* [EXERCISE REQUIREMENTS]:
Please take the lines from the one holding "(degrees) into radians;" through the one holding "if out[1] >= 60.0" in the data below and copy them exactly.

Data entries
──────

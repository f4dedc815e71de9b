//! Sky positions: sexagesimal parsing, unit vectors and angular separations (J2000 equatorial).

use std::f64::consts::PI;

/// A unit vector on the sky, `p = (cos dec cos ra, cos dec sin ra, sin dec)`.
pub type Direction = [f64; 3];

/// Unit vector from right ascension and declination in radians.
pub fn direction_from_radec(ra: f64, dec: f64) -> Direction {
    [dec.cos() * ra.cos(), dec.cos() * ra.sin(), dec.sin()]
}

/// Parse right ascension `hh:mm:ss.s` (hours) into radians; `None` if malformed or outside
/// [0, 24) h.
pub fn parse_ra(text: &str) -> Option<f64> {
    let (sign, [h, m, s]) = parse_sexagesimal(text)?;
    if sign < 0.0 || !(0.0..24.0).contains(&h) {
        return None;
    }
    let hours = h + m / 60.0 + s / 3600.0;
    (hours < 24.0).then_some(hours * PI / 12.0)
}

/// Parse declination `+dd:mm:ss.s` (degrees) into radians; `None` if malformed or outside
/// [-90, 90] deg.
pub fn parse_dec(text: &str) -> Option<f64> {
    let (sign, [d, m, s]) = parse_sexagesimal(text)?;
    let deg = d + m / 60.0 + s / 3600.0;
    (deg <= 90.0).then_some(sign * deg * PI / 180.0)
}

/// Split `[+-]a:b:c` into a sign and three non-negative fields (minutes and seconds < 60).
fn parse_sexagesimal(text: &str) -> Option<(f64, [f64; 3])> {
    let t = text.trim();
    let (sign, body) = match t.as_bytes().first()? {
        b'-' => (-1.0, &t[1..]),
        b'+' => (1.0, &t[1..]),
        _ => (1.0, t),
    };
    let parts: Vec<&str> = body.split(':').collect();
    if parts.len() != 3 {
        return None;
    }
    let mut out = [0.0; 3];
    for (o, p) in out.iter_mut().zip(&parts) {
        if p.is_empty() || p.starts_with(['+', '-']) {
            return None;
        }
        *o = p
            .parse::<f64>()
            .ok()
            .filter(|v| v.is_finite() && *v >= 0.0)?;
    }
    if out[1] >= 60.0 || out[2] >= 60.0 {
        return None;
    }
    Some((sign, out))
}

/// Cosine of the angle between two unit vectors, clamped to [-1, 1].
pub fn cos_angle(a: &Direction, b: &Direction) -> f64 {
    (a[0] * b[0] + a[1] * b[1] + a[2] * b[2]).clamp(-1.0, 1.0)
}

/// Angle between two unit vectors in radians, from atan2(|a x b|, a . b), which is accurate at
/// all separations (acos loses precision near 0 and 180 deg).
pub fn angle(a: &Direction, b: &Direction) -> f64 {
    let c = [
        a[1] * b[2] - a[2] * b[1],
        a[2] * b[0] - a[0] * b[2],
        a[0] * b[1] - a[1] * b[0],
    ];
    let s = (c[0] * c[0] + c[1] * c[1] + c[2] * c[2]).sqrt();
    let d = a[0] * b[0] + a[1] * b[1] + a[2] * b[2];
    s.atan2(d)
}

/// A direction uniform on the sphere from two uniform deviates in [0, 1):
/// z = 2u - 1, phi = 2 pi v (Archimedes' hat-box theorem).
pub fn isotropic_direction(u: f64, v: f64) -> Direction {
    let z = 2.0 * u - 1.0;
    let r = (1.0 - z * z).max(0.0).sqrt();
    let phi = 2.0 * PI * v;
    [r * phi.cos(), r * phi.sin(), z]
}

#[cfg(test)]
mod tests {
    use super::*;

    #[test]
    fn parses_sexagesimal_positions() {
        // 06:00:00 = 90 deg of right ascension; -45:30:00 = -45.5 deg.
        assert!((parse_ra("06:00:00.0").unwrap() - PI / 2.0).abs() < 1e-15);
        assert!((parse_dec("-45:30:00").unwrap() + 45.5f64.to_radians()).abs() < 1e-15);
        assert!((parse_dec("+00:00:36").unwrap() - 0.01f64.to_radians()).abs() < 1e-15);
        for bad in ["24:00:00", "12:60:00", "12:00", "ab:cd:ef", "-01:00:00", ""] {
            assert!(parse_ra(bad).is_none(), "{bad}");
        }
        for bad in ["+90:00:01", "+10:-1:00", "91:00:00"] {
            assert!(parse_dec(bad).is_none(), "{bad}");
        }
    }
}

──────

* [FINISHED TASK]:
/// Parse declination `+dd:mm:ss.s` (degrees) into radians; `None` if malformed or outside
/// [-90, 90] deg.
pub fn parse_dec(text: &str) -> Option<f64> {
    let (sign, [d, m, s]) = parse_sexagesimal(text)?;
    let deg = d + m / 60.0 + s / 3600.0;
    (deg <= 90.0).then_some(sign * deg * PI / 180.0)
}

/// Split `[+-]a:b:c` into a sign and three non-negative fields (minutes and seconds < 60).
fn parse_sexagesimal(text: &str) -> Option<(f64, [f64; 3])> {
    let t = text.trim();
    let (sign, body) = match t.as_bytes().first()? {
        b'-' => (-1.0, &t[1..]),
        b'+' => (1.0, &t[1..]),
        _ => (1.0, t),
    };
    let parts: Vec<&str> = body.split(':').collect();
    if parts.len() != 3 {
        return None;
    }
    let mut out = [0.0; 3];
    for (o, p) in out.iter_mut().zip(&parts) {
        if p.is_empty() || p.starts_with(['+', '-']) {
            return None;
        }
        *o = p
            .parse::<f64>()
            .ok()
            .filter(|v| v.is_finite() && *v >= 0.0)?;
    }
    if out[1] >= 60.0 || out[2] >= 60.0 {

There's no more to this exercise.